I loved and hated this book.

The basic idea is reducing categories of life to 7 (ex: wardrobe of seven things, diet of seven foods) in order to fast to see things more clear. Fasting definitely gives clarity from the noise of the world but otherwise the initial good idea leads to a legalistic brag-fest that shames all material goods while ensuring you know about the good things this family is accomplishing.

This book shames wealth of all kinds and dismisses any excess. I agree very much that gluttony, ignorant worldwide consumerism, dismissing the health of our bodies and earth are terrible. I like that she pushes people out of their comfort zone to address the mandate to take care of the needy.

But, to ignore that stewarding wealth correctly is also a way to alleviate many worldwide issues is ignorant. Creating companies that don't abuse workers, are fair in wages, that don't harm the earth are just as important as being a wise consumer.

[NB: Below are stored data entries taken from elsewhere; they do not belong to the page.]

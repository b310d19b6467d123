"""Output folders: the marker, the checks on a target, the atomic swap and leftovers.

Nothing fleetsim did not write is ever replaced: every folder it writes (run, sweep,
comparison and telemetry folders) carries the marker file :data:`MARKER`; a target that exists, is not
empty and has no marker is refused, and replacing an earlier output needs ``force``
(``--force``). :func:`check_target` holds these rules. A folder is filled under a fresh
sibling name (``.NAME.partial-*``) and swapped in only once complete
(:func:`atomic_folder`); :func:`clean_leftovers` removes the temporary folders a killed
process left beside a target.
"""

from __future__ import annotations

import ctypes
import errno
import functools
import json
import os
import re
import shutil
import sys
import tempfile
import time
from collections.abc import Callable, Iterable
from datetime import datetime, timezone
from pathlib import Path
from typing import Any

from ..errors import FleetsimError
from .contents import MARKER, foreign, read_marker
from .files import _reason, atomic_text

__all__ = [
    "MARKER", "KINDS", "atomic_folder", "check_target", "claim_study", "clean_leftovers", "marker_text",
    "read_marker",
]


KINDS = ("run", "sweep", "compare", "study", "telemetry", "seeds")
"""Kinds of output folder; ``study`` is a study folder not yet claimed by a sweep or comparison;
``telemetry`` a folder of synthetic telemetry (``fleetsim telemetry``); ``seeds`` a multi-seed
run folder (``fleetsim run --seeds``, :mod:`fleetsim.output.seeds`) or a report over several runs."""

# The marker kinds a folder may already carry for a write of each kind to go ahead without
# force: a study resumes in its own folder, a run never replaces anything unasked.
_RESUMES = {"run": set(), "sweep": {"sweep", "study"}, "compare": {"compare", "study"},
            "study": {"sweep", "compare", "study"}, "telemetry": set(), "seeds": set()}
_KIND_WORDS = {"run": "run", "sweep": "sweep", "compare": "comparison", "study": "study",
               "telemetry": "telemetry folder", "seeds": "multi-seed run"}
_HOLDER = "old"  # marker kind of the folder an output being replaced is moved into

_STARTED = time.time()
"""When this process loaded fleetsim (or was forked): only temporary folders older than this are leftovers."""


def _restart_clock() -> None:
    global _STARTED
    _STARTED = time.time()  # a forked child is a new process: older folders may be its parent's leftovers


if hasattr(os, "register_at_fork"):
    os.register_at_fork(after_in_child=_restart_clock)

_LEFTOVER = re.compile(r"\.(partial|old)-[a-z0-9_]{8}")  # after ".NAME"; tempfile.mkdtemp's 8 characters


def marker_text(kind: str) -> str:
    """The marker file's JSON for a folder of ``kind`` (see :data:`KINDS`)."""
    from .. import __version__

    created = datetime.now(timezone.utc).isoformat(timespec="seconds")
    return json.dumps({"kind": kind, "fleetsim": __version__, "created": created}) + "\n"


def _home() -> Path | None:
    try:
        return Path.home().resolve()
    except (RuntimeError, KeyError, OSError):
        return None


def check_target(
    target: str | Path, kind: str = "run", force: bool = False, inputs: Iterable[str | Path] = (),
    label: str | None = None,
) -> Path:
    """Check that a write of ``kind`` may go to the folder ``target``; return it as an absolute path.

    Refused (FleetsimError, one line starting with ``label``, default the path): the current
    folder or any folder holding it, the root, the home folder, a folder holding one of the
    ``inputs`` (the fleet file, a stress file), something that is not a folder, a non-empty
    folder without fleetsim's marker, and a fleetsim folder this write would replace unless
    ``force`` (a sweep or comparison resumes in a folder of its own kind without it).
    Nothing is touched.
    """
    label = label or str(target)
    if str(target) in ("", "."):
        raise FleetsimError(f"{label}: is the current folder; choose a new folder")
    where = Path(os.path.abspath(target))  # '..' folded lexically; a final symbolic link kept as is
    resolved = where.resolve()
    if resolved == Path(resolved.anchor):
        raise FleetsimError(f"{label}: is the root folder; choose a new folder")
    if resolved == _home():
        raise FleetsimError(f"{label}: is your home folder; choose a new folder")
    cwd = Path.cwd().resolve()
    if resolved == cwd or resolved in cwd.parents:
        raise FleetsimError(f"{label}: is the current folder or one that holds it; choose a new folder")
    for source in inputs:
        holder = Path(source).resolve().parent
        if resolved == holder or resolved in holder.parents:
            raise FleetsimError(f"{label}: holds the input file {source}; choose a new folder")
    if os.path.lexists(where) and not where.is_dir():
        raise FleetsimError(f"{label}: exists and is not a folder; choose a new folder")
    if where.is_dir():
        try:
            empty = not os.listdir(where)
        except OSError as exc:
            raise FleetsimError(f"{label}: cannot read the folder ({_reason(exc)})") from None
        if not empty:
            marker = read_marker(where)
            if marker is None or marker["kind"] not in KINDS:
                raise FleetsimError(f"{label}: exists and is not a fleetsim output folder; choose a new folder")
            if marker["kind"] not in _RESUMES[kind] and not force:
                word = _KIND_WORDS[marker["kind"]]
                raise FleetsimError(
                    f"{label}: holds an earlier fleetsim {word}; pass --force to replace it, or choose another folder"
                )
            if marker["kind"] not in _RESUMES[kind]:  # to be replaced: only if all of it is ours
                extra = foreign(where, marker["kind"])
                if extra:
                    names = ", ".join(extra[:3]) + (", ..." if len(extra) > 3 else "")
                    raise FleetsimError(f"{label}: holds files fleetsim did not write ({names}); "
                                        "move them away or choose another folder")
    return where


def _remove(path: Path) -> None:
    """Delete a folder fleetsim made, its marker last, so one half-removed still shows it is ours."""
    try:
        if path.is_symlink() or not path.is_dir():
            path.unlink(missing_ok=True)
            return
        for child in os.scandir(path):
            if child.name == MARKER:
                continue
            if child.is_dir(follow_symlinks=False):
                shutil.rmtree(child.path, ignore_errors=True)
            else:
                os.unlink(child.path)
        (path / MARKER).unlink(missing_ok=True)
        path.rmdir()
    except OSError:
        pass  # what is left carries our naming and is removed by the next write to this target


def clean_leftovers(target: str | Path, notice: Callable[[str], None] | None = None) -> list[str]:
    """Remove the temporary folders (``.NAME.partial-*``, ``.NAME.old-*``) a killed write left beside
    ``target``; return their names.

    Only folders with exactly that naming, older than this process, and empty or carrying the
    marker are removed. If ``target`` itself is missing and a leftover holds the output it was
    replacing, that output is put back first. ``notice`` (default: stderr) gets one line.
    """
    where = Path(os.path.abspath(target))
    prefix = f".{where.name}"
    try:
        entries = sorted(os.scandir(where.parent), key=lambda e: e.name)
    except OSError:
        return []
    removed, restored = [], False
    for entry in entries:
        if not entry.name.startswith(prefix) or not _LEFTOVER.fullmatch(entry.name[len(prefix):]):
            continue
        path = Path(entry.path)
        try:
            if entry.is_symlink() or not entry.is_dir() or entry.stat().st_mtime >= _STARTED:
                continue
            children = os.listdir(path)
        except OSError:
            continue
        if children and read_marker(path) is None:
            continue
        previous = path / "previous"
        if not restored and not os.path.lexists(where) and read_marker(previous) is not None:
            try:
                os.replace(previous, where)
                restored = True
            except OSError:
                pass
        _remove(path)
        removed.append(entry.name)
    if removed:
        line = (f"note: removed {len(removed)} leftover temporary folder(s) of an interrupted fleetsim write "
                f"beside {target}: {', '.join(removed)}" + ("; the previous output was put back" if restored else ""))
        (notice or (lambda text: print(text, file=sys.stderr)))(line)
    return removed


@functools.cache
def _renameat2() -> Any:
    if not sys.platform.startswith("linux"):
        return None
    try:
        function = ctypes.CDLL(None, use_errno=True).renameat2
    except (OSError, AttributeError):
        return None
    function.argtypes = [ctypes.c_int, ctypes.c_char_p, ctypes.c_int, ctypes.c_char_p, ctypes.c_uint]
    return function


def _exchange(a: Path, b: Path) -> bool:
    """Swap two paths in one atomic step (Linux renameat2 with RENAME_EXCHANGE); False where unsupported."""
    function = _renameat2()
    if function is None:
        return False
    at_cwd, rename_exchange = -100, 2  # AT_FDCWD and RENAME_EXCHANGE from <fcntl.h> and <linux/fs.h>
    if function(at_cwd, os.fsencode(a), at_cwd, os.fsencode(b), rename_exchange) == 0:
        return True
    code = ctypes.get_errno()
    if code in (errno.EINVAL, errno.ENOSYS, errno.EOPNOTSUPP, errno.ENOTSUP):
        return False
    raise OSError(code, os.strerror(code), str(b))


def _put_in_place(tmp: Path, target: Path) -> Path | None:
    """Move the finished folder ``tmp`` to ``target``; return the path now holding what ``target``
    held (to be removed), or None.

    The swap is one atomic step where the system allows; elsewhere the old folder is first
    moved into a marked ``.NAME.old-*`` folder, which the next write puts back if this process
    is killed in between.
    """
    if not os.path.lexists(target):
        os.rename(tmp, target)
        return None
    if _exchange(tmp, target):
        return tmp
    holder = Path(tempfile.mkdtemp(prefix=f".{target.name}.old-", dir=target.parent))
    (holder / MARKER).write_text(marker_text(_HOLDER), encoding="utf-8")
    os.replace(target, holder / "previous")
    try:
        os.replace(tmp, target)
    except OSError:
        os.replace(holder / "previous", target)
        _remove(holder)
        raise
    return holder


def _new_folder(where: Path, kind: str, label: str) -> Path:
    """A fresh folder beside ``where`` (``.NAME.partial-*``) carrying the marker of ``kind``."""
    tmp: Path | None = None
    try:
        where.parent.mkdir(parents=True, exist_ok=True)
        tmp = Path(tempfile.mkdtemp(prefix=f".{where.name}.partial-", dir=where.parent))
        tmp.chmod(0o755)  # mkdtemp makes it private; an output folder is as readable as any output
        (tmp / MARKER).write_text(marker_text(kind), encoding="utf-8")
    except OSError as exc:
        if tmp is not None:
            _remove(tmp)
        raise FleetsimError(f"{label}: cannot create the output folder ({_reason(exc)})") from None
    return tmp


def atomic_folder(
    target: str | Path, fill: Callable[[Path], None], *, kind: str = "run", force: bool = False,
    inputs: Iterable[str | Path] = (), label: str | None = None, notice: Callable[[str], None] | None = None,
) -> Path:
    """Call ``fill(tmp)`` on a fresh marked folder beside ``target``, then put it in place of ``target``.

    ``target`` must pass :func:`check_target` (``kind``, ``force``, ``inputs``, ``label``),
    checked before and again just before the swap; leftovers of killed writes beside it are
    removed first (:func:`clean_leftovers`, reported to ``notice``). Raises FleetsimError for
    a refused target and for any OS error while writing (a full disk, say), after removing
    the temporary folder: the target is then exactly as it was.
    """
    label = label or str(target)
    inputs = list(inputs)
    where = check_target(target, kind, force, inputs, label)
    clean_leftovers(where, notice)
    tmp = _new_folder(where, kind, label)
    try:
        fill(tmp)
        check_target(target, kind, force, inputs, label)  # it may have changed while we wrote
        previous = _put_in_place(tmp, where)
    except OSError as exc:
        _remove(tmp)
        raise FleetsimError(f"{label}: cannot write ({_reason(exc)}); nothing was changed") from None
    except BaseException:
        _remove(tmp)
        raise
    if previous is not None:
        _remove(previous)
    return Path(target)


def claim_study(
    folder: str | Path, kind: str = "study", *, force: bool = False, inputs: Iterable[str | Path] = (),
    label: str | None = None, notice: Callable[[str], None] | None = None,
) -> Path:
    """Make ``folder`` a study folder of ``kind`` (``sweep``, ``compare``, or ``study`` for either)
    and return it as an absolute path.

    A missing folder is created with the marker in one step, an empty one gets the marker, a
    study folder of the same kind is kept as it is (resuming is not replacing), and with
    ``force`` another fleetsim folder is swapped for a fresh one. Everything else is refused
    as :func:`check_target` says. Raises FleetsimError.
    """
    label = label or str(folder)
    where = check_target(folder, kind, force, inputs, label)
    clean_leftovers(where, notice)
    marker = read_marker(where) if where.is_dir() else None
    if marker is not None and marker["kind"] in _RESUMES[kind]:
        if marker["kind"] != kind and kind != "study":
            atomic_text(where / MARKER, marker_text(kind))  # a folder the API started, now named
        return where
    if marker is None and where.is_dir():  # empty (check_target refuses anything else)
        atomic_text(where / MARKER, marker_text(kind))
        return where
    tmp = _new_folder(where, kind, label)
    try:
        previous = _put_in_place(tmp, where)
    except OSError as exc:
        _remove(tmp)
        raise FleetsimError(f"{label}: cannot create the study folder ({_reason(exc)})") from None
    if previous is not None:
        _remove(previous)
    return where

Not everyone has land to garden or the option to choose sustainable companies or buy organic products. Its ironic how privileged her choice of poverty living is while shaming those not living her way.

I wish this book had been more balanced, bragged less, and shamed less. At times her humor was cute and funny but ruined by brash and rude commentary.

Love the rich and poor, listen to what God ask you to do, whether it's big or small. It's all important. Skip this book if you are looking how to serve God's Kingdom.